Jason Mott has written a book of poems like no other–a book that reveals love in all of its guises-brutal and tender, mournful and celebratory, addictive and restorative. Deftly moving back and forth from raw, personal poems to imaginative, insightful poems that see through the eyes of others-lovers, family, and in one case, even The Big Bad Wolf–these poems offer us the human heart in all of its beauty and ugliness. And more importantly, Jason Mott gives better words to express what we so desperately and feebly call love.

–Daniel Nathan Terry
A author of Capturing the Dead

Drunken (Love) Poem

This is the poem that eyes you from across the bar
just as the last call shout goes up and there is that
impulsive want for one last taste and so you charge
the walls of smoke and the barricade of bodies–
all wanting the same thing you want–while
this poem watches you, trying not to lose you
in the night’s last current. This poem brushes
the cigarette ash from the front of its shirt, licks
its thumb and tries to rub the smell of spilled rum
from its sleeves, it slicks back its hair and checks
its breath and, after getting a supportive nod
from a friend-a much more handsome poem, the poem
you really wish would come over, the poem you’ve
been waiting for all night, the poem that never came–
this drunken poem eases over the dance floor, lurching
as it walks, off-balance and bleary-eyed, covered
in self-doubt and a dusty suit of failed loves
and when this poem finally reaches you-sweaty, mouth
slack, eyes red, sliding around in its skull like molten coinage–
this poem says, hesitantly, like a child, “I know
that we are a never-can-be equation, and I saw you
watching that other poem all night and that’s okay! But, still,
I’m the one that’s here. I’m the one that’s willing to be buried
beneath every hurt of soul you cannot leave at this bar
when the lights come up and the music stops and, whoever he was,
is still only a body-shape hidden in the silhouette of every other body
and…I don’t know…I guess I’m just hoping that maybe
I could be enough for somebody.”

 

We Call This Thing Between Us Love

This thing that thins us
out, leaves us translucent
as rain, permeable

as that second skin
of insecurities we wear
(after the clothes are sloughed

off, and our bodies shine
in the smoke-blue fog
of the unwatched, exhaling

television. Trapped
behind our smiles).

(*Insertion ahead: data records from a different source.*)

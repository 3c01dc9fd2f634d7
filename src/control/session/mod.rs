//! Session: a dose target, the source-enable and alarm outputs, and the phase of a run.
//!
//! A [`Session`] owns the [`Meter`], an [`Integrator`] and two embedded-hal output pins:
//!
//! - **enable** — drives the lamp driver or shutter. Active only while [`Phase::Exposing`];
//!   driven inactive at the target, on overexposure and on every fault (the safe state);
//! - **alarm** — raised when the dose keeps rising past target + tolerance after the enable
//!   output went inactive (the shutter did not close, the driver did not switch off), and on
//!   faults.
//!
//! ```text
//!  Ready ──start()──▶ Exposing ──dose ≥ target──▶ TargetMet ──dose ≥ target+tol──▶ Overexposed
//!                      │    ▲                         ▲
//!       pause() or door│    │resume() (door closed)   │ dose ≥ target (light leaking in)
//!                      ▼    │                         │
//!                      Paused ─────────────────────────┘
//!         any fault from any non-terminal phase ──────────────────▶ Faulted(reason)
//! ```
//!
//! **Pause and resume.** [`Session::pause`] (an aliquot taken, a lamp check) drives the enable
//! output inactive and enters [`Phase::Paused`]; [`Session::resume`] drives it active again.
//! Integration never stops: light that still arrives while paused (a shutter that leaks, room
//! light through an open port) is counted in the dose, reported as the pause's leak
//! ([`PauseSummary`], [`Progress::leak`]) and can complete the run (TargetMet) on its own.
//!
//! **Interlock.** [`Session::with_interlock`] adds a door or guard input
//! ([`InterlockInput`]): while exposing, an open interlock pauses the run
//! ([`PauseCause::Interlock`]); closing it again does **not** resume — only an explicit
//! [`Session::resume`] does, and only with the interlock closed (the same rule as the curing
//! controller). A failed interlock read drives the safe state ([`Fault::InterlockPin`]).
//! [`Session::new`] has no interlock ([`NoInterlock`], which compiles away).
//!
//! **Milestones.** [`Session::set_milestones`] watches a series of doses below the target
//! (a list, or every step); the reading that reaches one reports it in
//! [`Outcome::Integrated::milestone`]. One integrator threshold is re-armed for the next
//! milestone each time one is reached, so milestones are exact in the integer scale like the
//! target and cost nothing per sample until one is reached.
//!
//! The sample that first reaches the target stops the run (`TargetMet`), even when its last
//! interval also passed target + tolerance: the light was commanded on until then. After the
//! stop, a sample that is still past target + tolerance **and** still measures light (a net
//! code above zero) is an overexposure: the shutter did not close. With a tolerance of 0, any
//! light measured after the stop sample is an overexposure.
//!
//! Feed every reading to [`Session::on_reading`]; it returns the phase before and after.
//! [`Session::progress`] gives the dose in every unit, the remaining dose and the estimated
//! time to target (computed on demand, off the per-sample path).
//!
//! Readings that cannot be used are reported, never integrated: a repeated timestamp is
//! ignored ([`Outcome::Ignored`]); a saturated or out-of-range code, time going backwards or a
//! gap longer than the configured maximum is a fault (unless the configuration tolerates a
//! bounded run of saturated codes while an autoranger switches range).
//!
//! The session is **not** a safety device; see SAFETY.md.

use embedded_hal::digital::OutputPin;

use crate::control::drive;
pub use crate::control::{InterlockInput, InterlockPin, NoInterlock};

use crate::acquire::reading::{RangeIndex, Reading, Ticks};
use crate::dose::{Crossed, Integrator, Rounding, SampleError, ThresholdId};
use crate::frontend::{CodeFault, Sample};
use crate::irradiance::Meter;
use crate::quantity::{Irradiance, RadiantExposure, Seconds};
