#[derive(Subcommand)]
enum Command {
    /// Replay a sample file (CSV) through a session configuration (TOML) and report.
    Replay {
        /// Session configuration file (TOML).
        #[arg(long, short = 'c')]
        config: String,
        /// Sample file (CSV with a header).
        #[arg(long, short = 's')]
        samples: String,
        /// What to print on standard output.
        #[arg(long = "format", alias = "print", value_enum, default_value = "text")]
        print: Format,
        /// Also write the JSON report to this file.
        #[arg(long)]
        json: Option<String>,
        /// Also write the text report to this file.
        #[arg(long)]
        text: Option<String>,
        /// Draw irradiance and dose against time into this SVG file.
        #[arg(long)]
        plot: Option<String>,
        /// Write the time series (time, irradiance, photon irradiance, dose, phase per sample)
        /// as CSV to this file.
        #[arg(long)]
        series: Option<String>,
        /// Never show a progress bar.
        #[arg(long)]
        no_progress: bool,
        /// Device label (overrides run.device_id).
        #[arg(long)]
        device_id: Option<String>,
        /// Person label (overrides run.person_id).
        #[arg(long)]
        person_id: Option<String>,
        /// Reactor or station label (overrides run.reactor_id).
        #[arg(long)]
        reactor_id: Option<String>,
        /// UTC start of the run, e.g. 2025-03-14T09:30:00Z (overrides run.start_utc).
        #[arg(long)]
        start_utc: Option<String>,
        /// Exit with status 3 unless the run ended with its target met (for QA scripts); the
        /// report and files are written either way.
        #[arg(long)]
        strict: bool,
    },
    /// Replay a recorded curing run (CSV with a `part` column) through a curing recipe
    /// (TOML with [curing]) and the library's curing controller: one record per part with a
    /// verdict and its reason.
    Curing {
        /// Curing recipe (TOML with a [curing] table).
        #[arg(long, short = 'c')]
        config: String,
        /// Sample file (CSV with a header and a `part` column).
        #[arg(long, short = 's')]
        samples: String,
        /// What to print on standard output: the text report, the JSON report, or one CSV
        /// row per part.
        #[arg(long, value_enum, default_value = "text")]
        format: Format,
        /// Also write the JSON report to this file.
        #[arg(long)]
        json: Option<String>,
        /// Also write the text report to this file.
        #[arg(long)]
        text: Option<String>,
        /// Also write one CSV row per part to this file.
        #[arg(long)]
        csv: Option<String>,
        /// Exit with status 3 unless every part passed (for QA scripts); the report and files
        /// are written either way.
        #[arg(long)]
        strict: bool,
    },
    /// Decode a raw flash image of the session journal: records as CSV and JSON, and a
    /// summary of its sessions. Never writes to the image.
    Decode {
        /// The image file: the journal's range as read from the device.
        image: String,
        #[command(flatten)]
        geometry: GeometryArgs,
        /// What to print on standard output.
        #[arg(long = "format", alias = "print", value_enum, default_value = "text")]
        print: DecodePrint,
        /// Also write the JSON (records, sessions) to this file.
        #[arg(long)]
        json: Option<String>,
        /// Also write the records as CSV (the device's own CSV) to this file.
        #[arg(long)]
        csv: Option<String>,
        /// Also write the text summary to this file.
        #[arg(long)]
        text: Option<String>,
        /// Include the journal's restatement records in the CSV.
        #[arg(long)]
        restatements: bool,
    },
    /// Write a sample file (and its configuration) from the simulation models.
    Simulate {
        /// Scenario name (see --list).
        scenario: Option<String>,
        /// List the scenarios.
        #[arg(long)]
        list: bool,
        /// Sample file to write (CSV).
        #[arg(long, short = 'o')]
        out: Option<String>,
        /// Write the scenario's configuration file (TOML) here too.
        #[arg(long)]
        config_out: Option<String>,
        /// Noise seed.
        #[arg(long, default_value_t = 405)]
        seed: u64,
        /// Instead of a sample file: write the flash image of a demonstration device's
        /// journal (three sessions, the last cut by a power loss) to this file.
        #[arg(long, conflicts_with_all = ["scenario", "list", "out", "config_out"])]
        journal_image: Option<String>,
    },
    /// Print the factors a configuration reduces to (W/m² per A, µmol/J, target in integer
    /// units ...).
    Explain {
        /// Session configuration file (TOML).
        #[arg(long, short = 'c')]
        config: String,
        /// What to print on standard output.
        #[arg(long, value_enum, default_value = "text")]
        format: TextJson,
        /// Same as `--format json`.
        #[arg(long)]
        json: bool,
        /// Also write the meter profile (the meter and the session's thresholds, computed
        /// here, for a firmware that builds its meter with `Meter::from_profile`) to this
        /// new file, and print it as a Rust `const` instead of the factors. Never written
        /// over an existing file.
        #[arg(long, conflicts_with_all = ["json", "format"])]
        profile: Option<String>,
    },
    /// The exposure register (SQLite): import sessions, answer questions.
    Register {
        #[command(subcommand)]
        action: RegisterAction,
    },
}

Naked,
hiding inside one another,

we dance with this thing
between us and call it love
even if the only thing in the room

is us, a tousled bed,
a few dying candles,
empty condom wrappers

and the time until we leave.

 

Psalm: Body Worship

Gently,
he kisses the sloping half-moons of her thighs,
the long, even grade of her small hips,
the soft, dark bird of her pelvis,
the open, glassy sea of her stomach,
the pale, upturned questions of her breasts,
the timid, breakable mountains of her shoulders,
the outstretched, weightless arms,
the sweaty, slack hands holding not even herself,
the rising sleeve of clouds that is her neck,
the soft, sharp chin,
the parted, familiar lips,
the cold, easing brow,
the halo of tousled hair,
all the places his knuckles landed.

 

Volunteer Work:
Eurydice as Domestic Violence Shelter

For four years I have bent
this way, returned to this part
of the city where the women
are made of wind and the children
know that they are children chiseled
from frowning stones. For two hours,
once a week, I smile and surf
the realm where men are mythical
constructs of conflicting substance-
mutating from father to shield to sword-
and I tell my smile to speak the tongue
of oak trees, to translate birdsong,
to comfort like winter soup. I tell my body
to lead them to better imaginings of men
and not look back-even as I drive away
at the end of the night, leaving the gravel drive
in reverse, watching the house sink
back into the gray fist of the city.